§ **Data**:
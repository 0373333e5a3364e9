#include "models/squeeze_flow.hpp"

#include <algorithm>
#include <array>
#include <boost/math/quadrature/gauss.hpp>
#include <boost/math/tools/roots.hpp>
#include <boost/numeric/odeint.hpp>
#include <cmath>
#include <cstdint>
#include <exception>
#include <limits>
#include <numbers>
#include <stdexcept>
#include <string>
#include <utility>

#include "models/closed_forms.hpp"
#include "models/input_check.hpp"

// Derivation of the yield-stress form (checked against film_flux and a direct integration in the tests).
//
// Slit flux. The half gap b = h/2 with the mid-plane as a symmetry plane is a film of depth b under the
// stress gradient G, so q_slit = 2 film_flux(m, G, b). Put G = tau_y g / b (= (2 tau_y / h) g). Then the
// yield height is Y = b - tau_y / G = b (1 - 1/g) = b x with x = 1 - 1/g, (G/K)^(1/n) = (tau_y/K)^(1/n) g^(1/n)
// b^(-1/n), and film_flux = n/(n+1) (tau_y/K)^(1/n) b^2 g^(1/n) x^(1+1/n) (1 - n x/(2n+1)); hence
//   q_slit = (tau_y/K)^(1/n) b^2 phi(g),  phi(g) = 2n/(n+1) g^(1/n) x^(1+1/n) (1 - n x/(2n+1)).
// Mass balance: q_slit(r) = r (-dh/dt)/2, i.e. phi(g(r)) = s beta with s = r/R and
//   beta = R (-dh/dt) / (2 (tau_y/K)^(1/n) b^2).
// Load: F = integral_0^R pi r^2 G dr = (2 pi R^3 tau_y / h) integral_0^1 s^2 g ds, i.e. F h / (2 pi R^3 tau_y) = Psi.
// Change of variable s = phi(g)/beta (phi increasing, phi(1) = 0), ds = phi'(g) dg / beta:
//   Psi = beta^-3 integral_1^{g_w} g phi^2 phi' dg = beta^-3 { [g phi^3/3]_1^{g_w} - (1/3) integral_1^{g_w} phi^3 dg }
//       = g_w/3 - (1/(3 phi(g_w)^3)) integral_1^{g_w} phi^3 dg,   with beta = phi(g_w).
//
// Numerically stable form. With e = g_w - 1 and g = 1 + e q (q in [0, 1]):
//   integral_1^{g_w} phi^3 dg / phi(g_w)^3 = e kappa(e),
//   kappa(e) = integral_0^1 q^(3+3/n) (g_w/g)^3 ((1 - b x(g)) / (1 - b x_w))^3 dq,  b = n/(2n+1),
// because phi(g)/phi(g_w) = (g/g_w)^(1/n) (x/x_w)^(1+1/n) (...) and x/x_w = q g_w/g. So
//   Psi = 1/3 + e (1 - kappa)/3,
// with no cancellation near the plastic limit (kappa -> n/(4n+3) as e -> 0) nor for a near-power-law sample
// (kappa -> n/(n+3) as e -> infinity, recovering Scott's law). The integrand behaves like q^(3/n) for large e;
// q = w^3 makes it smooth enough that a 30-point Gauss-Legendre rule is accurate to ~1e-13 relative over
// n in [0.2, 2] and e in [1e-8, 1e12] (measured against an adaptive Gauss-Kronrod reference in long double).
// Differentiating the integral form, dPsi/dg_w = (integral phi^3 dg) phi'(g_w) / phi(g_w)^4 = kappa (e phi'/phi)(g_w) >
// 0.
//
// The gap follows from Psi: F h / (2 pi R^3 tau_y) with R^3 = (V/(pi h))^(3/2) is (h / h_a)^(5/2) / 3, where h_a is
// the plastic-limit gap (closed_form::squeeze_arrest_gap). So h = h_a (3 Psi)^(2/5): the gap is an explicit function
// of e, and the ODE is integrated in y = ln e. The right-hand side then needs one quadrature and no root finding;
// the gap never falls below h_a (e > 0, kappa < 1), and y decreases like -n ln t as the sample stops.

namespace spreadfit {

namespace {

using std::numbers::pi;

void validate_rig(const SqueezeRig& rig) {
  if (!std::isfinite(rig.volume) || rig.volume <= 0) reject_input("volume", rig.volume, "a finite value > 0 m^3");
  if (!std::isfinite(rig.force) || rig.force <= 0) reject_input("force", rig.force, "a finite value > 0 N");
  if (!std::isfinite(rig.initial_gap) || rig.initial_gap < 0)
    reject_input("initial_gap", rig.initial_gap, "a finite value >= 0 m (0 selects (4V/pi)^(1/3))");
}

void validate_options(const SqueezeOptions& o) {
  if (!std::isfinite(o.rel_tol) || o.rel_tol <= 0 || o.rel_tol >= 1) reject_input("rel_tol", o.rel_tol, "a value in (0, 1)");
  if (o.max_steps < 1) reject_input("max_steps", static_cast<double>(o.max_steps), "at least 1");
  if (!std::isfinite(o.arrest_tolerance) || o.arrest_tolerance <= 0 || o.arrest_tolerance >= 1)
    reject_input("arrest_tolerance", o.arrest_tolerance, "a value in (0, 1)");
}

void validate_times(const std::vector<double>& times) {
  for (std::size_t i = 0; i < times.size(); ++i) {
    const std::string field = "times[" + std::to_string(i) + "]";
    if (!std::isfinite(times[i]) || times[i] < 0) reject_input(field, times[i], "a finite value >= 0 s");
    if (i > 0 && times[i] < times[i - 1]) reject_input(field, times[i], "times in non-decreasing order");
  }
}

// --- tau_y = 0: Scott (1931), F = [2 pi K R^(n+3)/(n+3)] ((2n+1)/n)^n (-dh/dt)^n / h^(2n+1); n = 1 is Stefan's
// law F = 3 pi mu R^4 (-dh/dt) / (2 h^3). Solved for -dh/dt.
double power_law_rate(double volume, double force, const Material& m, double h) {
  const double n = m.flow_index;
  const double R = squeeze_disc_radius(volume, h);
  const double drive = force * (n + 3) * std::pow(h, 2 * n + 1) / (2 * pi * m.consistency * std::pow(R, n + 3));
  return n / (2 * n + 1) * std::pow(drive, 1 / n);
}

§ **What is required**:
Reproduce the entries above exactly, but only the lines between the line holding "a near-power-law sample" and the line holding "where h_a is", inclusive.

§ **Task answer**:
// with no cancellation near the plastic limit (kappa -> n/(4n+3) as e -> 0) nor for a near-power-law sample
// (kappa -> n/(n+3) as e -> infinity, recovering Scott's law). The integrand behaves like q^(3/n) for large e;
// q = w^3 makes it smooth enough that a 30-point Gauss-Legendre rule is accurate to ~1e-13 relative over
// n in [0.2, 2] and e in [1e-8, 1e12] (measured against an adaptive Gauss-Kronrod reference in long double).
// Differentiating the integral form, dPsi/dg_w = (integral phi^3 dg) phi'(g_w) / phi(g_w)^4 = kappa (e phi'/phi)(g_w) >
// 0.
//
// The gap follows from Psi: F h / (2 pi R^3 tau_y) with R^3 = (V/(pi h))^(3/2) is (h / h_a)^(5/2) / 3, where h_a is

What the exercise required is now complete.